Abstract:Bilevel optimization has become a powerful tool in a wide variety of machine learning problems. However, the current nonconvex bilevel optimization considers an offline dataset and static functions, which may not work well in emerging online applications with streaming data and time-varying functions. In this work, we study online bilevel optimization (OBO) where the functions can be time-varying and the agent continuously updates the decisions with online streaming data. To deal with the function variations and the unavailability of the true hypergradients in OBO, we propose a single-loop online bilevel optimizer with window averaging (SOBOW), which updates the outer-level decision based on a window average of the most recent hypergradient estimations stored in the memory.
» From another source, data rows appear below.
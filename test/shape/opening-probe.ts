import {
	angleNear,
	type Deck,
	deckTriad,
	floorAlong,
	floorAngle,
	type Habitat,
	type Hatch,
	placeOnDeck,
	type WindowOpening,
} from "../../src/layout/habitat.ts";
import type { Triangles } from "../../src/shape/drawable.ts";
import { directionToStage, fromStage, type StageFrame, toStage } from "../../src/shape/stage-frame.ts";
import { type RingVec, ring } from "../../src/vector/vec3.ts";
import { dotted, minus, type Point, plus, positionAt, ringAt, size, vertexCount } from "./probe.ts";

const stage = (frame: StageFrame, p: RingVec): Point => {
	const out: [number, number, number] = [0, 0, 0];
	toStage(frame, p, out);
	return out;
};
const stageWay = (frame: StageFrame, v: RingVec): Point => {
	const out: [number, number, number] = [0, 0, 0];
	directionToStage(frame, v, out);
	return out;
};
/** Points of a unit square's edge, none at a corner. */
export function squarePoint(k: number): readonly [number, number] {
	const side = k % 4;
	const t = Math.floor(k / 4) / 4 - 0.37;
	return side === 0 ? [0.5, t] : side === 1 ? [t, 0.5] : side === 2 ? [-0.5, t] : [t, -0.5];
}

/** A ray that starts 5 cm inside the bay before the point (a, c) of an opening's plane and runs outward through it. */
export function probe(
	habitat: Habitat,
	o: WindowOpening | Hatch,
	surface: string,
	a: number,
	c: number,
	frame: StageFrame,
): { readonly from: Point; readonly way: Point } {
	const deck = habitat.decks[o.deck] as Deck;
	const before = 0.05;
	if (surface === "floor" || surface === "ceiling") {
		const level = surface === "floor" ? deck : { ...deck, radius: deck.radius - deck.headroom };
		const angle = floorAngle(level, floorAlong(level, o.angle) + a);
		const out = surface === "floor" ? -1 : 1;
		/** A shaft runs along the radius, a reveal along the face's normal. */
		const up = stageWay(frame, "surface" in o ? deckTriad(deck, angle).up : ring(-Math.cos(angle), -Math.sin(angle), 0));
		return { from: plus(stage(frame, placeOnDeck(level, angle, o.axial + c, 0)), -out * before, up), way: plus([0, 0, 0], out, up) };
	}
	const w = o as WindowOpening;
	if (surface === "end-low" || surface === "end-high") {
		const into = surface === "end-low" ? 1 : -1;
		const angle =
			deck.floor === "curved"
				? w.angle + a / (deck.radius - w.height)
				: floorAngle({ ...deck, radius: deck.radius - w.height - c }, floorAlong(deck, w.angle) + a);
		const z = (surface === "end-low" ? deck.axialFrom : deck.axialTo) + into * before;
		const at =
			deck.floor === "curved"
				? placeOnDeck(deck, angle, z, w.height + c)
				: placeOnDeck({ ...deck, radius: deck.radius - w.height - c }, angle, z, 0);
		return { from: stage(frame, at), way: [0, 0, -into] };
	}
	const angle = surface === "side-low" ? deck.from : deck.to;
	const slant = deck.floor === "curved" ? 1 : 1 / Math.cos(angle - deck.middle);
	const r = (deck.radius - w.height) * slant - c;
	const into = surface === "side-low" ? 1 : -1;
	const prograde = ring(-Math.sin(angle), Math.cos(angle), 0);
	const at = ring(r * Math.cos(angle) + into * before * prograde[0], r * Math.sin(angle) + into * before * prograde[1], w.axial + a);
	return { from: stage(frame, at), way: plus([0, 0, 0], -into, stageWay(frame, prograde)) };
}

/** Middle of an opening on its face. */
function centreOf(habitat: Habitat, o: WindowOpening | Hatch): RingVec {
	const deck = habitat.decks[o.deck] as Deck;
	const surface = "surface" in o ? o.surface : "floor";
	if (surface === "floor" || surface === "ceiling") {
		const height = surface === "floor" ? 0 : deck.headroom;
		return placeOnDeck({ ...deck, radius: deck.radius - height }, o.angle, o.axial, 0);
	}
	const w = o as WindowOpening;
	if (surface.startsWith("end")) return placeOnDeck(deck, w.angle, surface === "end-low" ? deck.axialFrom : deck.axialTo, w.height);
	const angle = surface === "side-low" ? deck.from : deck.to;
	const r = (deck.radius - w.height) / (deck.floor === "curved" ? 1 : Math.cos(angle - deck.middle));
	return ring(r * Math.cos(angle), r * Math.sin(angle), w.axial);
}

const reachOf = (o: WindowOpening | Hatch): number => (o.shape === "circle" ? o.along / 2 : Math.hypot(o.along, o.across) / 2) + 0.13;

/** Whether a point lies near an opening that leads outside. */
export const atOpening = (habitat: Habitat, p: RingVec): boolean =>
	[...habitat.windows, ...habitat.hatches.filter((h) => h.below === null)].some((o) => {
		const c = centreOf(habitat, o);
		return Math.hypot(p[0] - c[0], p[1] - c[1], p[2] - c[2]) < reachOf(o) + 0.05;
	});

/** Whether a stage point lies where a long ring's built arc ends. */
export function atCutOff(habitat: Habitat, faces: readonly Triangles[], frame: StageFrame, p: Point): boolean {
	const at = fromStage(frame, ...p);
	return habitat.decks.some((deck) => {
		const floor = faces.find((m) => m.name === `bay:${deck.id}:floor`);
		if (!floor || !deck.closed || deck.radius < 100) return false;
		const angle = (q: RingVec): number => angleNear(Math.atan2(q[1], q[0]), frame.angle);
		const all = Array.from({ length: vertexCount(floor) }, (_, i) => angle(ringAt(frame, floor, i)));
		return [Math.min(...all), Math.max(...all)].some((end) => Math.abs(angle(at) - end) < 1e-6);
	});
}

/** Whether an opening lies in what is built of its deck. */
export function nearBuilt(habitat: Habitat, faces: readonly Triangles[], frame: StageFrame, o: WindowOpening | Hatch): boolean {
	const floor = faces.find((m) => m.name === `bay:${habitat.decks[o.deck]?.id}:floor`);
	if (!floor) return false;
	const c = stage(frame, centreOf(habitat, o));
	const far = Math.max(...Array.from({ length: vertexCount(floor) }, (_, i) => Math.abs(positionAt(floor, i)[0])));
	return Math.abs(c[0]) < far - 2 || (habitat.decks[o.deck] as Deck).radius < 100;
}

/** Whether a ray passes through an opening that leads outside, or by one to a deck that has such. */
export const leavesByOpening = (habitat: Habitat, frame: StageFrame, eye: Point, way: Point): boolean =>
	[...habitat.windows, ...habitat.hatches].some((o) => {
		const to = minus(stage(frame, centreOf(habitat, o)), eye);
		const along = dotted(to, way);
		return along > 0 && size(plus(to, -along, way)) < reachOf(o);
	});
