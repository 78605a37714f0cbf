//! Exit codes, texts of every shape, both formats.

use super::bench::{Bench, DUBIOUS, FAULTY, SOUND, findings, findings_of};
use std::io::Read;
use std::process::Stdio;

#[test]
fn exit_codes_and_the_failing_level() {
    let bench = Bench::new()
        .file("sound.cir", SOUND)
        .file("dubious.cir", DUBIOUS)
        .file("faulty.cir", FAULTY);
    let code = |args: &[&str]| bench.run(&[&["lint"], args].concat()).code;
    assert_eq!(code(&["sound.cir"]), Some(0));
    assert_eq!(code(&["dubious.cir"]), Some(0));
    assert_eq!(code(&["dubious.cir", "--fail-on", "warning"]), Some(1));
    assert_eq!(code(&["--fail-on", "info", "dubious.cir"]), Some(1));
    assert_eq!(code(&["faulty.cir"]), Some(1));
    assert_eq!(code(&["faulty.cir", "missing.cir"]), Some(2));
    assert_eq!(code(&["--format", "sarif", "sound.cir"]), Some(2));
    assert_eq!(code(&["--fail-on", "never", "sound.cir"]), Some(2));
    assert_eq!(code(&["--as", "x.cir", "sound.cir"]), Some(2));
}

#[test]
fn text_is_the_gnu_form_and_nothing_else() {
    let bench = Bench::new().file("a/faulty.cir", FAULTY);
    let ran = bench.run(&["lint", "a"]);
    let first = ran.out.lines().next().unwrap_or_default();
    let start = "a/faulty.cir:3:1: error: ";
    assert!(first.starts_with(start), "{first}");
    assert!(first.ends_with(" [unreadable-card]"), "{first}");
    assert!(!ran.out.contains('\x1b'), "no colour in a pipe");
    assert_eq!(ran.err, "");
}

#[test]
fn colour_adds_the_line_and_a_marker() {
    let bench = Bench::new().file("dubious.cir", DUBIOUS);
    let args = ["lint", "--color", "always", "dubious.cir"];
    let out = bench.run(&args).out;
    assert!(out.contains("\x1b[1m"), "{out}");
    let marker = "\n    R1 a b 10M\n           ^^^\n";
    assert!(out.contains(marker), "{out}");
}

#[test]
fn a_path_that_cannot_be_read_keeps_the_result() {
    let bench = Bench::new().file("faulty.cir", FAULTY);
    let ran = bench.run(&["lint", "--format", "json", "missing.cir", "faulty.cir"]);
    assert_eq!(ran.code, Some(2));
    assert_eq!(
        findings_of(&ran.json(), "unreadable-card"),
        ["faulty.cir:3:1"]
    );
    assert_eq!(ran.err, "squeg: error: missing.cir: no such file\n");
}

#[test]
fn line_breaks_and_a_byte_order_mark_change_nothing() {
    let cr_lf = DUBIOUS.replace('\n', "\r\n");
    let cr = DUBIOUS.replace('\n', "\r");
    let marked = format!("\u{FEFF}{cr_lf}");
    let bench = Bench::new()
        .file("cr.cir", cr)
        .file("crlf.cir", cr_lf)
        .file("mark.cir", marked)
        .file("tail.cir", DUBIOUS.trim_end());
    let (code, document) = bench.json(&["."]);
    assert_eq!(code, Some(0));
    assert_eq!(
        findings_of(&document, "milli-or-mega"),
        [
            "./cr.cir:3:8",
            "./crlf.cir:3:8",
            "./mark.cir:3:8",
            "./tail.cir:3:8"
        ]
    );
}

#[test]
fn columns_count_characters() {
    let text = "title\nV1 \u{1F30A}\u{E9} 0 1\nR1 \u{1F30A}\u{E9} 0 10M\n";
    let bench = Bench::new().file("wide.cir", text);
    let (_, document) = bench.json(&["wide.cir"]);
    assert_eq!(findings_of(&document, "milli-or-mega"), ["wide.cir:3:9"]);
    let range = &document["findings"]
        .as_array()
        .and_then(|list| list.iter().find(|f| f["rule"] == "milli-or-mega"))
        .expect("the finding")["range"];
    assert_eq!(range["end"]["column"], 12);
}

#[test]
fn empty_and_undecodable_texts() {
    let latin = [&b"title \xE9\n"[..], &DUBIOUS.as_bytes()[6..]].concat();
    let noise: Vec<u8> = (0..4096u32).map(|i| ((i * 167) >> 3) as u8).collect();
    let bench = Bench::new()
        .file("empty.cir", "")
        .file("latin.cir", latin)
        .file("noise.cir", noise);
    let (code, document) = bench.json(&["empty.cir"]);
    assert_eq!((code, findings(&document)), (Some(0), Vec::new()));
    let (_, document) = bench.json(&["latin.cir"]);
    let found = findings_of(&document, "milli-or-mega");
    assert_eq!(found, ["latin.cir:3:8"]);
    let ran = bench.run(&["lint", "noise.cir"]);
    assert!(
        matches!(ran.code, Some(0 | 1)),
        "{:?} {}",
        ran.code,
        ran.err
    );
}

#[test]
fn standard_input() {
    let bench = Bench::new()
        .file("board/parts.inc", "R9 b 0 10M\n")
        .file("board/a.cir", FAULTY);
    let json = ["lint", "--format", "json", "-"];
    let ran = bench.run_with_stdin(&json, DUBIOUS.as_bytes());
    assert_eq!(ran.code, Some(0));
    assert_eq!(findings_of(&ran.json(), "milli-or-mega"), ["<stdin>:3:8"]);
    // Includes are looked for beside the name, and the text stands in for the file.
    let args = [&json[..], &["--as", "board/a.cir", "board"]].concat();
    let text = "title\nV1 b 0 1\n.include parts.inc\n";
    let ran = bench.run_with_stdin(&args, text.as_bytes());
    assert_eq!(ran.code, Some(0), "{}", ran.out);
    assert_eq!(
        findings_of(&ran.json(), "milli-or-mega"),
        ["board/parts.inc:1:8"]
    );
    // By its name a library: no title line.
    let args = [&json[..], &["--as", "x.inc"]].concat();
    let ran = bench.run_with_stdin(&args, b"R9 b 0 10M\n");
    assert_eq!(findings_of(&ran.json(), "milli-or-mega"), ["x.inc:1:8"]);
}

#[test]
fn the_document_has_every_key() {
    let bench = Bench::new().file("dubious.cir", DUBIOUS);
    let (_, document) = bench.json(&["dubious.cir"]);
    let keys = |value: &serde_json::Value| -> Vec<String> {
        let object = value.as_object().expect("an object");
        object.keys().cloned().collect()
    };
    assert_eq!(document["schema"], "squeg-lint-1");
    assert_eq!(document["version"], env!("CARGO_PKG_VERSION"));
    assert_eq!(keys(&document), ["blocks", "findings", "schema", "version"]);
    let finding = &document["findings"][0];
    let wanted = [
        "block",
        "file",
        "fingerprint",
        "fixes",
        "message",
        "node",
        "range",
        "ranges_hz",
        "related",
        "rule",
        "severity",
        "values",
    ];
    assert_eq!(keys(finding), wanted);
    assert!(finding["fixes"].is_array() && finding["values"].is_object());
    assert_eq!(keys(&finding["range"]["start"]), ["column", "line"]);
}

#[cfg(unix)]
#[test]
fn a_reader_that_goes_away_is_no_failure() {
    // Far more text than a pipe holds.
    let card = "R1 a 0 10M\n";
    let text = format!("title\n{}", card.repeat(20_000));
    let bench = Bench::new().file("long.cir", text);
    let mut command = bench.command(&["lint", "long.cir"]);
    command.stdout(Stdio::piped()).stderr(Stdio::piped());
    let mut child = command.spawn().expect("the program starts");
    drop(child.stdout.take());
    let mut said = String::new();
    let mut pipe = child.stderr.take().expect("a pipe was asked for");
    pipe.read_to_string(&mut said).expect("text");
    let status = child.wait().expect("the program ends");
    assert_eq!(said, "");
    assert!(matches!(status.code(), Some(0 | 1)), "{status}");
}

#[cfg(target_os = "linux")]
#[test]
fn an_output_that_cannot_be_written_is_a_failure() {
    let bench = Bench::new().file("faulty.cir", FAULTY);
    let full = std::fs::OpenOptions::new().write(true).open("/dev/full");
    let mut command = bench.command(&["lint", "faulty.cir"]);
    let out = command.stdout(full.expect("the device that is always full"));
    let ran = out.output().expect("the program runs");
    assert_eq!(ran.status.code(), Some(2));
}

#[test]
fn a_text_above_the_limit_is_refused_with_one_finding() {
    let bench = Bench::new().file("small.cir", DUBIOUS);
    let big = std::fs::File::create(bench.path("big.cir")).expect("a file");
    big.set_len((64 << 20) + 1).expect("a sparse file");
    let ran = bench.run(&["lint", "--format", "json", "big.cir", "small.cir"]);
    assert_eq!(ran.code, Some(2));
    let document = ran.json();
    assert_eq!(findings_of(&document, "limit-reached"), ["big.cir:1:1"]);
    let found = findings_of(&document, "milli-or-mega");
    assert_eq!(found, ["small.cir:3:8"]);
    assert!(ran.err.contains("`file-bytes`"), "{}", ran.err);
}
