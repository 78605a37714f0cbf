//! A folder of its own for each test, and the program run in it.

use serde_json::Value;
use std::fs;
use std::io::Write;
use std::path::{Path, PathBuf};
use std::process::{Child, Command, Output, Stdio};
use std::sync::atomic::{AtomicUsize, Ordering};

/// A sound netlist without marks.
pub const SOUND: &str = "title\nV1 a 0 1\nR1 a b 1k\nR2 b 0 1k\n";
/// A netlist with one error: `unreadable-card` on line 3.
pub const FAULTY: &str = "title\nV1 a 0 1\nR1 a\nR2 a 0 1k\n";
/// A netlist with one warning and no error: `milli-or-mega` on line 3.
pub const DUBIOUS: &str = "title\nV1 a 0 1\nR1 a b 10M\nR2 b 0 1k\n";

/// A folder that goes with the test.
pub struct Bench {
    root: PathBuf,
}

/// What a run left behind.
pub struct Ran {
    /// Exit status; `None` when a signal ended it.
    pub code: Option<i32>,
    /// Standard output.
    pub out: String,
    /// Standard error.
    pub err: String,
}

impl Bench {
    /// A new, empty folder.
    pub fn new() -> Self {
        static COUNT: AtomicUsize = AtomicUsize::new(0);
        let number = COUNT.fetch_add(1, Ordering::Relaxed);
        let name = format!("bench-{}-{number}", std::process::id());
        let root = Path::new(env!("CARGO_TARGET_TMPDIR")).join(name);
        fs::create_dir_all(&root).expect("a folder for the test");
        Self { root }
    }

    /// Writes a file, its folders included.
    pub fn file(self, name: &str, content: impl AsRef<[u8]>) -> Self {
        let path = self.path(name);
        if let Some(folder) = path.parent() {
            fs::create_dir_all(folder).expect("a folder for the file");
        }
        fs::write(path, content).expect("a file for the test");
        self
    }

    /// Makes a folder.
    pub fn folder(self, name: &str) -> Self {
        fs::create_dir_all(self.path(name)).expect("a folder for the test");
        self
    }

    /// A path in the folder.
    pub fn path(&self, name: &str) -> PathBuf {
        self.root.join(name)
    }

    /// The program, to be run in the folder, without settings from outside.
    pub fn command(&self, args: &[&str]) -> Command {
        let mut command = Command::new(env!("CARGO_BIN_EXE_squeg"));
        command
            .args(args)
            .current_dir(&self.root)
            .stdin(Stdio::null())
            // The ignore file of the person who runs the tests is nobody else's business.
            .env("HOME", &self.root)
            .env_remove("XDG_CONFIG_HOME")
            .env_remove("SQUEG_LOG")
            .env_remove("NO_COLOR")
            .env_remove("CLICOLOR_FORCE");
        command
    }

    /// Runs the program to its end.
    pub fn run(&self, args: &[&str]) -> Ran {
        Ran::from(self.command(args).output().expect("the program starts"))
    }

    /// Runs the program with a text on standard input.
    pub fn run_with_stdin(&self, args: &[&str], stdin: &[u8]) -> Ran {
        let mut command = self.command(args);
        command
            .stdin(Stdio::piped())
            .stdout(Stdio::piped())
            .stderr(Stdio::piped());
        let mut child: Child = command.spawn().expect("the program starts");
        let mut pipe = child.stdin.take().expect("a pipe was asked for");
        pipe.write_all(stdin).expect("the program reads its input");
        drop(pipe);
        Ran::from(child.wait_with_output().expect("the program ends"))
    }

    /// `lint --format json` on the given paths: exit code and document.
    pub fn json(&self, paths: &[&str]) -> (Option<i32>, Value) {
        let args = [&["lint", "--format", "json"], paths].concat();
        let ran = self.run(&args);
        (ran.code, ran.json())
    }
}

impl Drop for Bench {
    fn drop(&mut self) {
        // What cannot be removed stays in the build folder, where it harms nobody.
        let _ = fs::remove_dir_all(&self.root);
    }
}

impl From<Output> for Ran {
    fn from(output: Output) -> Self {
        let text = |bytes| String::from_utf8(bytes).expect("the program writes UTF-8");
        Self {
            code: output.status.code(),
            out: text(output.stdout),
            err: text(output.stderr),
        }
    }
}

impl Ran {
    /// Standard output as JSON.
    pub fn json(&self) -> Value {
        serde_json::from_str(&self.out).expect("a JSON document on standard output")
    }
}

/// `file:line:column rule` of every finding of a document, in its order.
pub fn findings(document: &Value) -> Vec<String> {
    let list = document["findings"].as_array().expect("a list of findings");
    let told = |finding: &Value| {
        let start = &finding["range"]["start"];
        let text = |value: &Value| value.as_str().unwrap_or("?").to_owned();
        format!(
            "{}:{}:{} {}",
            text(&finding["file"]),
            start["line"],
            start["column"],
            text(&finding["rule"])
        )
    };
    list.iter().map(told).collect()
}

/// The findings of one rule.
pub fn findings_of(document: &Value, rule: &str) -> Vec<String> {
    let all = findings(document).into_iter();
    all.filter_map(|told| Some(told.strip_suffix(rule)?.trim_end().to_owned()))
        .collect()
}
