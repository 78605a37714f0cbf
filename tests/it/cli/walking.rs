//! Which files are read.

use super::bench::{Bench, DUBIOUS, findings_of};

fn files(bench: &Bench, paths: &[&str]) -> Vec<String> {
    let (code, document) = bench.json(paths);
    assert_eq!(code, Some(0), "{document}");
    let found = findings_of(&document, "milli-or-mega").into_iter();
    found
        .map(|place| place.split(':').next().unwrap_or("").to_owned())
        .collect()
}

#[test]
fn folders_are_walked_by_ending_and_sorted() {
    let library = "R1 a 0 10M\nR2 a 0 1k\n";
    let mut bench = Bench::new().file("notes.txt", DUBIOUS).file("cir", DUBIOUS);
    for name in ["z.cir", "a.ckt", "m/b.net", "m/a.iss", "m/deep/er/x.CIR"] {
        bench = bench.file(name, DUBIOUS);
    }
    for name in ["p.inc", "q.lib", "r.sub"] {
        bench = bench.file(name, library);
    }
    let names = [
        "a.ckt",
        "m/a.iss",
        "m/b.net",
        "m/deep/er/x.CIR",
        "p.inc",
        "q.lib",
        "r.sub",
        "z.cir",
    ];
    assert_eq!(files(&bench, &[]), names);
    let dotted: Vec<String> = names.iter().map(|name| format!("./{name}")).collect();
    assert_eq!(files(&bench, &["."]), dotted);
    assert_eq!(
        files(&bench, &["m"]),
        ["m/a.iss", "m/b.net", "m/deep/er/x.CIR"]
    );
    assert_eq!(
        files(&bench, &["m/"]),
        ["m/a.iss", "m/b.net", "m/deep/er/x.CIR"]
    );
}

#[test]
fn a_named_file_is_read_whatever_its_name() {
    let bench = Bench::new()
        .file("notes.txt", DUBIOUS)
        .file(".hidden/.x", DUBIOUS);
    assert_eq!(files(&bench, &["notes.txt"]), ["notes.txt"]);
    assert_eq!(files(&bench, &[".hidden/.x"]), [".hidden/.x"]);
}

#[test]
fn a_file_is_checked_once_under_its_first_name() {
    let bench = Bench::new().file("m/a.cir", DUBIOUS);
    let paths = ["m/a.cir", "m", "./m/../m/a.cir"];
    assert_eq!(files(&bench, &paths), ["m/a.cir"]);
}

#[test]
fn hidden_and_ignored_entries_are_skipped() {
    let bench = Bench::new()
        .folder(".git")
        .file(".gitignore", "out/\n*.net\n")
        .file(".ignore", "a.cir\n")
        .file("a.cir", DUBIOUS)
        .file("b.net", DUBIOUS)
        .file("out/c.cir", DUBIOUS)
        .file(".hidden/d.cir", DUBIOUS)
        .file(".e.cir", DUBIOUS);
    assert_eq!(files(&bench, &[]), ["a.cir"]);
    // What is named counts as wanted.
    assert_eq!(files(&bench, &["b.net"]), ["b.net"]);
    assert_eq!(files(&bench, &[".hidden"]), [".hidden/d.cir"]);
}

#[cfg(unix)]
#[test]
fn links_in_folders_are_skipped_and_named_ones_followed() {
    use std::os::unix::fs::symlink;
    let bench = Bench::new().file("real/a.cir", DUBIOUS).folder("walked");
    let link = |target: &str, name: &str| symlink(target, bench.path(name)).expect("a link");
    link("../real/a.cir", "walked/link.cir");
    link("../real", "walked/folder");
    link(".", "walked/ring");
    link("real", "other");
    assert_eq!(files(&bench, &["walked"]), Vec::<String>::new());
    assert_eq!(files(&bench, &["walked/link.cir"]), ["walked/link.cir"]);
    assert_eq!(files(&bench, &["other"]), ["other/a.cir"]);
}

#[test]
fn a_folder_without_netlists_is_said_and_no_failure() {
    let bench = Bench::new().folder("empty");
    let ran = bench.run(&["lint", "empty"]);
    assert_eq!((ran.code, ran.out.as_str()), (Some(0), ""));
    let said = "squeg: warning: empty: no netlists in this folder\n";
    assert_eq!(ran.err, said);
    let ran = bench.run(&["--log", "off", "lint", "empty"]);
    assert_eq!(ran.err, "");
}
Compared to existing algorithms, SOBOW is computationally efficient and does not need to know previous functions. To handle the unique technical difficulties rooted in single-loop update and function variations for OBO, we develop a novel analytical technique that disentangles the complex couplings between decision variables, and carefully controls the hypergradient estimation error. We show that SOBOW can achieve a sublinear bilevel local regret under mild conditions. Extensive experiments across multiple domains corroborate the effectiveness of SOBOW.